In the meta‑analysis by Schnaubelt et al,¹⁶ ΔrSO₂ was evaluated as a ROSC indicator. A 7% change in ΔrSO₂ predicted ROSC with 100% sensitivity and 86% specificity. In our study, the optimal cutoff point was established at ΔrSO₂ equal to or above 4 percentage points (sensitivity 80.4%, specificity 83.2%). However, as mentioned earlier, rSO₂ values are significantly higher throughout the resuscitation period in the ROSC patients. An increase of 4 percentage points is relatively small from a clinical perspective. More research is needed to determine the specific value of rSO₂ above which it can be assumed that ROSC has occurred during a given CPR cycle, similar to ETCO₂, where a sudden increase to near normal values, that is, 35–45 mm Hg, may indicate ROSC.

Engel et al²⁰ demonstrated that predictive factors for ROSC included: a trend of the last 5 minutes of rSO₂ and ETCO₂, the Δ from the first to the last reading of rSO₂ and ETCO₂, the penultimate minute values of rSO₂ and ETCO₂, and the last‑minute values of rSO₂ and ETCO₂. The rSO₂ measurement was more effective than that of ETCO₂ for predicting ROSC. Our study also demonstrated that rSO₂ was a better predictor of ROSC than ETCO₂. Storm et al²¹ found significantly higher rSO₂ values on hospital admission in patients who experienced out‑of‑hospital CA with CPC 1–2, with mean rSO₂ of 56% and 68%, as compared with rSO₂ values in patients with CPC 3–4, which were 20% and 58%, respectively. However, other works did not show any difference in rSO₂ between the patients with CPC 1–2 (62%) and CPC 3–5 (58%).¹⁶ Our study also did not find any differences between the group of patients who survived at least 30 days with CPC 3–4 and those who survived at least 30 days with CPC 1–2 (P = 0.46). Chen et al²² developed a model to predict the risk of in‑hospital death in post‑CA patients, which included 11 independent predictors: age, malignancy, bicarbonate level, blood urea nitrogen, sodium level, heart rate, respiratory rate, body temperature, SpO₂, norepinephrine use, and lactate level. The nomogram demonstrated good discriminative ability in both the training set (AUC, 0.787; 95% CI, 0.753–0.821) and the test set (AUC, 0.801; 95% CI, 0.778–0.824). Studies evaluating the predictive value of rSO₂ in postresuscitation care within such models are needed.

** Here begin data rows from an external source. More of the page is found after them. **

def _rate_series(steps: Sequence[StepSummary], fit_steps: Sequence[StepSummary], n_nodes: int) -> RunSeries:
    """``links.link_rate_series`` of the window from the fitted steps' watched rates (other steps: none)."""
    step_s = np.array([np.max(np.nan_to_num(s.step_s, nan=0.0), initial=0.0) for s in steps])
    fitted = {s.step for s in fit_steps}
    kept = [(i, s) for i, s in enumerate(steps) if s.step in fitted]
    codes = np.concatenate([s.links.link[np.isfinite(s.watch[:, 0])] for _, s in kept] + [np.zeros(0, np.int64)])
    columns = np.unique(codes)
    grid = np.full((len(steps), len(columns)), np.nan)
    sums = np.zeros((len(steps), len(columns), 2))
    for i, s in kept:
        has = np.isfinite(s.watch[:, 0])
        at = np.searchsorted(columns, s.links.link[has])
        grid[i, at] = s.watch[has, 0]
        sums[i, at] = s.watch[has, 1:]
    pairs = tuple((int(c >> NODE_BITS), int(c & ((1 << NODE_BITS) - 1))) for c in columns)
    return RunSeries(np.array([s.step for s in steps], np.int64), step_s, pairs, sums[:, :, 0], sums[:, :, 1],
                     link_watch_Bps=grid)


def _bins(sketch: Sketches, bin_bytes: Sparse, links: np.ndarray,
          quantile: float) -> tuple[np.ndarray, np.ndarray, np.ndarray, np.ndarray]:
    """``fit_bins``' input from sketches: per (link, size bin) its link's row, mean size, time quantile, count."""
    n_groups = len(bin_bytes.key)
    numbered = sketch.renumber(bin_bytes.key)
    counts = numbered.counts(n_groups)
    return (np.searchsorted(links, bin_bytes.key >> SIZE_BITS), bin_bytes.value / counts,
            numbered.quantile(quantile, n_groups), counts)


def _fit_error(bins: tuple[np.ndarray, np.ndarray, np.ndarray, np.ndarray], n_links: int,
               rel: float | np.ndarray) -> tuple[np.ndarray, np.ndarray]:
    """Per link, how far α (seconds) and β (relative) may be from the fit through the exact bin times, when
    each bin's time is off by at most ``rel`` of itself: the first-order bound Σ_bins max(|f(t(1 ± rel)) − f(t)|),
    each bin moved alone (the bins of every link are moved at once, one fit per bin position)."""
    link, size, t, counts = bins
    base = fit_bins(link, size, t, counts, n_links)
    rel = np.broadcast_to(np.asarray(rel, np.float64), t.shape)
    starts = np.searchsorted(link, link)  # bins are ordered by link
    position = np.arange(len(link)) - starts
    d_alpha, d_beta = np.zeros(n_links), np.zeros(n_links)
    for k in range(int(position.max()) + 1 if len(position) else 0):
        worst_a, worst_b = np.zeros(n_links), np.zeros(n_links)
        for sign in (-1.0, 1.0):
            moved = fit_bins(link, size, np.where(position == k, t * (1 + sign * rel), t), counts, n_links)
            with np.errstate(invalid="ignore"):
                worst_a = np.fmax(worst_a, np.abs(np.nan_to_num(moved.alpha_s) - np.nan_to_num(base.alpha_s)))
                worst_b = np.fmax(worst_b, np.abs(moved.beta_Bps / base.beta_Bps - 1.0))
        d_alpha += worst_a
        d_beta += worst_b
    return d_alpha, d_beta


def _signatures(steps: Sequence[StepSummary], n_steps: int) -> tuple[np.ndarray, ...]:
    """``models._collective_signatures`` from the steps' collective tables."""
    kinds, which = unified_collectives(steps)
    calls = np.bincount(which, weights=np.concatenate([s.collective_calls for s in steps]), minlength=len(kinds))
    ranks = np.bincount(collective_callers(steps, which)[:, 0], minlength=len(kinds))
    with np.errstate(invalid="ignore", divide="ignore"):
        return kinds[:, 0], kinds[:, 1], kinds[:, 2], calls / ranks / n_steps


def _halo_groups(steps: Sequence[StepSummary], n_layers: int) -> tuple[np.ndarray, np.ndarray, np.ndarray]:
    """``models._halo_groups`` from the steps' distinct halo rows: (step, layer) cell, messages, bytes."""
    cells = [i * max(1, n_layers) + s.halo[:, 0].astype(np.int64) for i, s in enumerate(steps)]
    rows = np.concatenate([s.halo for s in steps])
    return np.concatenate(cells), rows[:, 1], rows[:, 2]


def _halo_parts(h: HaloRows) -> tuple[np.ndarray, ...]:
    """One step's halo rows as ``_halo_split`` joins them: each group's layer, each row's group (from 0), link
    code, messages and bytes (worked out once, as the step enters the window)."""
    first = np.r_[True, h.group[1:] != h.group[:-1]] if len(h.group) else np.zeros(0, bool)
    return h.group[first] >> RANK_BITS, np.cumsum(first) - 1, h.link, h.msgs, h.bytes


def _halo_split(parts: Sequence[tuple[np.ndarray, ...]], n_layers: int, n_nodes: int) -> tuple[np.ndarray, ...]:
    """``models._halo_rows`` from the steps' ``_halo_parts``: each (step, layer, rank, side) group's cell, then
    per row its group, node pair code (src × nodes + dst), messages and bytes."""
    sizes = np.array([0] + [len(p[0]) for p in parts], np.int64)
    cells = [i * max(1, n_layers) + p[0] for i, p in enumerate(parts)]
    groups = [offset + p[1] for offset, p in zip(np.cumsum(sizes[:-1]).tolist(), parts, strict=True)]
    link = np.concatenate([np.zeros(0, np.int64), *(p[2] for p in parts)])
    return (np.concatenate([np.zeros(0, np.int64), *cells]), np.concatenate([np.zeros(0, np.int64), *groups]),
            (link >> NODE_BITS) * n_nodes + (link & ((1 << NODE_BITS) - 1)),
            np.concatenate([np.zeros(0), *(p[3] for p in parts)]),
            np.concatenate([np.zeros(0), *(p[4] for p in parts)]))


def _nanmedian(values: Sequence[float]) -> float:
    x = np.asarray(values, np.float64)
    x = x[np.isfinite(x)]
    return float(np.median(x)) if len(x) else float("nan")


_LINK_COLUMNS = ("bytes", "transfers", "busy_s", "worst_receiver_s")  # what adds up over a window's steps
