def _saving_per_step(link: np.ndarray, step_idx: np.ndarray, dst_idx: np.ndarray, secs: np.ndarray,
                     shrink: np.ndarray, n_steps: int, n_ranks: int) -> np.ndarray:
    """Mean time per step saved if each link's transfers shrank by ``shrink`` (0 for links already fast).

    Model: in each step, the rank that spent longest receiving over the link is taken to be on the
    critical path, and its transfer time on the link shrinks by β / β_median. It is an upper estimate: it
    assumes that rank's exchange is not hidden behind another rank's longer one.
    """
    n_links = len(shrink)
    sel = shrink[link] > 0
    if not sel.any() or n_steps == 0:
        return np.zeros(n_links)
    links_hit, dense = np.unique(link[sel], return_inverse=True)
    # One int64 key per (link, step, receiving rank); sorted, so each (link, step) is a contiguous run.
    key, inv = np.unique((dense * n_steps + step_idx[sel]) * n_ranks + dst_idx[sel], return_inverse=True)
    per_rank = np.bincount(inv, weights=np.maximum(secs[sel], 0.0), minlength=len(key))
    link_step = key // n_ranks
    starts = np.flatnonzero(np.r_[True, link_step[1:] != link_step[:-1]])
    worst = np.maximum.reduceat(per_rank, starts)
    saved = np.zeros(n_links)
    saved[links_hit] = np.bincount(link_step[starts] // n_steps, weights=worst, minlength=len(links_hit))
    return saved * shrink / n_steps
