def test_the_watch_is_the_full_analysis_watch(recorded: Recorded, folded: Folded) -> None:
    """Per step and link, the watched rate (median with sharing taken out) is computed at the fold, from the
    transfers themselves: the only difference is the α the sharing correction keeps, off by at most the
    latency bound, which moves a rate n/t by at most that over the shortest transfer time. The alerts are the
    same, their levels within that (recoveries and lasting changes below the bar too, and the charts' design);
    the demo's degrading way out must raise some alerts, and its noisy link some changes."""
    series = _series(recorded)
    full = analyse(recorded.window, series, recorded.cluster, history=recorded.window)
    mine = summary_figures(recorded, folded, series=series)
    t = recorded.window.transfers.transfer_s
    rel = 2 * max(e.latency_s for e in mine.fit_error.values()) / t[t > 0].min()
    assert mine.watch is not None and full.watch is not None
    assert (mine.watch.n_series, mine.watch.arl, mine.watch.h_fast, mine.watch.h_slow) == \
        (full.watch.n_series, full.watch.arl, full.watch.h_fast, full.watch.h_slow)
    for what, found, theirs in (("alerts", full.alerts, mine.alerts),
                                ("recoveries", full.recoveries, mine.watch.recoveries),
                                ("changes", full.changes, mine.watch.changes)):
        assert [(a.kind, a.subject, a.step_began, a.step_detected, a.step_closed, a.port) for a in theirs] == \
            [(a.kind, a.subject, a.step_began, a.step_detected, a.step_closed, a.port) for a in found], what
        for a, b in zip(found, theirs, strict=True):
            assert close(a.baseline, b.baseline, rel) and close(a.recent, b.recent, rel)
    if recorded.name.startswith("netns"):
        return
    assert any(al.kind == "link-throughput" for al in full.alerts)
    assert full.changes


def _agree(full: object, mine: object, path: str, rel: float | None) -> None:
    """Same JSON shape, same strings, ints, booleans and Nones; floats within ``rel`` (None: any float, the
    figure's own test above holds it to its bound)."""
    if isinstance(full, dict):
        assert isinstance(mine, dict) and full.keys() == mine.keys(), path
        for key in full:
            _agree(full[key], mine[key], f"{path}.{key}", rel)
    elif isinstance(full, list):
        assert isinstance(mine, list) and len(full) == len(mine), path
        for i, (a, b) in enumerate(zip(full, mine, strict=True)):
            _agree(a, b, f"{path}[{i}]", rel)
    elif isinstance(full, float) and isinstance(mine, float):
        assert rel is None or close(full, mine, rel), (path, full, mine)
    else:
        assert full == mine, (path, full, mine)


def test_the_snapshot_json_agrees_key_for_key(recorded: Recorded, folded: Folded) -> None:
    """The whole ``analysis_to_json`` of both paths: every key, verdict, name and count identical; every float
    outside the link fit's consequences exact, those within their bounds (tested figure by figure above)."""
    series = _series(recorded)
    full = analysis_to_json(analyse(recorded.window, series, recorded.cluster, history=recorded.window))
    mine = analysis_to_json(as_analysis(summary_figures(recorded, folded, series=series), recorded.cluster,
                                                       series))
    for links in (full["links"], mine["links"]):
        for lk in links:
            lk.pop("latency_clamped")  # the sign of a sketched intercept: held to α's bound in its own test above
    for found in (full, mine):  # a message prints its levels, held to their bound in the tests above
        for key in ("alerts", "recoveries", "changes", "standing"):
            for al in found[key]:
                al["message"] = re.sub(r"[0-9.]+ [MG]B/s", "… B/s", al["message"])
    sketched = ("links", "ports", "local_links", "model", "whatif", "alerts", "recoveries", "changes", "standing",
                "hours_at_stake")
    assert not NOT_FROM_SUMMARIES.keys() & full.keys()
    _agree({k: v for k, v in full.items() if k not in sketched}, {k: v for k, v in mine.items() if k not in sketched},
           "", EXACT)
    _agree({k: full[k] for k in sketched}, {k: mine[k] for k in sketched}, "", None)


def test_a_window_that_slides_equals_one_built_from_its_steps_alone(folded: Folded, recorded: Recorded) -> None:
    """Steps leaving the window are subtracted from the running sums exactly (integer nanoseconds)."""
    summaries = folded.own
    keep = len(summaries) // 3
    sliding = _window_of(summaries, keep)
    fresh = _window_of(summaries[-keep:], keep)
    assert [s.step for s in sliding.summaries] == [s.step for s in fresh.summaries]
    a, b = sliding.figures(recorded.cluster), fresh.figures(recorded.cluster)
    for name in ("compute_s", "exchange_s", "comm_fraction", "comm_fraction_worst", "worst_rank"):
        np.testing.assert_array_equal(getattr(a.layers, name), getattr(b.layers, name), err_msg=name)
    np.testing.assert_array_equal(a.efficiency.useful_s, b.efficiency.useful_s)
    np.testing.assert_array_equal(a.worst.waits_on, b.worst.waits_on)
    assert (a.efficiency.load_balance, a.stragglers, a.first_step) == (b.efficiency.load_balance, b.stragglers,
                                                                       b.first_step)
    assert [(lk.src_name, lk.dst_name, lk.bytes, lk.bandwidth_Bps) for lk in a.links] == \
        [(lk.src_name, lk.dst_name, lk.bytes, lk.bandwidth_Bps) for lk in b.links]


def test_a_step_pushed_again_replaces_itself(folded: Folded, recorded: Recorded) -> None:
    """A step folded again (its late frames arrived) takes the place of its first fold."""
    summaries = folded.own
    once = _window_of(summaries, len(summaries)).figures(recorded.cluster)
    twice = _window_of([*summaries[:-1], summaries[-2], summaries[-1], summaries[-1]], len(summaries))
    with pytest.raises(ValueError, match="in order"):
        twice.push(summaries[0])
    again = twice.figures(recorded.cluster)
    np.testing.assert_array_equal(again.layers.compute_s, once.layers.compute_s)
    assert [(lk.bytes, lk.bandwidth_Bps) for lk in again.links] == [(lk.bytes, lk.bandwidth_Bps) for lk in once.links]
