package csvgrid

import (
	"bufio"
	"bytes"
	"fmt"
	"io"
	"math"
	"strconv"
	"strings"

	"barygrid/grid"
)

// ReadSettings bound what Read accepts (grid.ReadLimits).
type ReadSettings = grid.ReadLimits

// Read parses a delimited numeric grid held in data.
func Read(data []byte, s ReadSettings) (*grid.Field, error) {
	limit := s.Pixels()
	if bytes.IndexByte(data, 0) >= 0 {
		return nil, fmt.Errorf("csvgrid: binary data, not a text grid")
	}
	sc := bufio.NewScanner(bytes.NewReader(data))
	sc.Buffer(make([]byte, 64*1024), 1<<30)
	var (
		vals  []float64
		cols  = -1
		split func(string) []string
		line  int
		rows  int
	)
	for sc.Scan() {
		line++
		text := strings.TrimSpace(strings.TrimPrefix(sc.Text(), "\ufeff"))
		if text == "" || strings.HasPrefix(text, "#") {
			continue
		}
		if split == nil {
			split = detect(text)
			if rows == 0 && isHeader(split(text)) {
				continue
			}
		}
		cells := split(text)
		if cols < 0 {
			cols = len(cells)
		} else if len(cells) != cols {
			return nil, fmt.Errorf("csvgrid: line %d has %d values, want %d (ragged rows)", line, len(cells), cols)
		}
		for c, cell := range cells {
			v, err := strconv.ParseFloat(strings.TrimSpace(cell), 64)
			if err != nil {
				return nil, fmt.Errorf("csvgrid: line %d, column %d: %q is not a number", line, c+1, cell)
			}
			if math.IsNaN(v) || math.IsInf(v, 0) {
				return nil, fmt.Errorf("csvgrid: line %d, column %d: %s is not a finite value", line, c+1, strings.TrimSpace(cell))
			}
			vals = append(vals, v)
		}
		rows++
		if len(vals) > limit {
			return nil, fmt.Errorf("csvgrid: more than the limit of %d values", limit)
		}
	}
	if err := sc.Err(); err != nil {
		return nil, fmt.Errorf("csvgrid: line %d: %w", line+1, err)
	}
	if rows == 0 || cols <= 0 {
		return nil, fmt.Errorf("csvgrid: no numeric rows")
	}
	return &grid.Field{Rows: rows, Cols: cols, Data: vals, Dx: 1, Dy: 1}, nil
}

func detect(line string) func(string) []string {
	for _, d := range []string{"\t", ",", ";"} {
		if strings.Contains(line, d) {
			return func(s string) []string { return strings.Split(s, d) }
		}
	}
	return strings.Fields
}

func isHeader(cells []string) bool {
	for _, c := range cells {
		if _, err := strconv.ParseFloat(strings.TrimSpace(c), 64); err == nil {
			return false
		}
	}
	return true
}

// Write stores f with comma separators and shortest round-trip formatting,
// so that values read back exactly.
func Write(w io.Writer, f *grid.Field) error {
	bw := bufio.NewWriter(w)
	buf := make([]byte, 0, 32)
	for r := 0; r < f.Rows; r++ {
		for c := 0; c < f.Cols; c++ {
			if c > 0 {
				bw.WriteByte(',')
			}
			buf = strconv.AppendFloat(buf[:0], f.Data[r*f.Cols+c], 'g', -1, 64)
			bw.Write(buf)
		}
		bw.WriteByte('\n')
	}
	if err := bw.Flush(); err != nil {
		return fmt.Errorf("csvgrid: %w", err)
	}
	return nil
}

NIRS technology in postresuscitation monitoring may become an additional element in neuroprognostication within a multimodal approach, encompassing examinations such as electroencephalography (EEG), N20 wave of somatosensory evoked potentials, neuron‑specific enolase (NSE), computed tomography (CT), magnetic resonance imaging (MRI), and clinical assessments, including pupillary and corneal reflexes.²³ However, more research is needed to determine the role of rSO₂ monitoring in postresuscitation care in the context of neuroprognostication.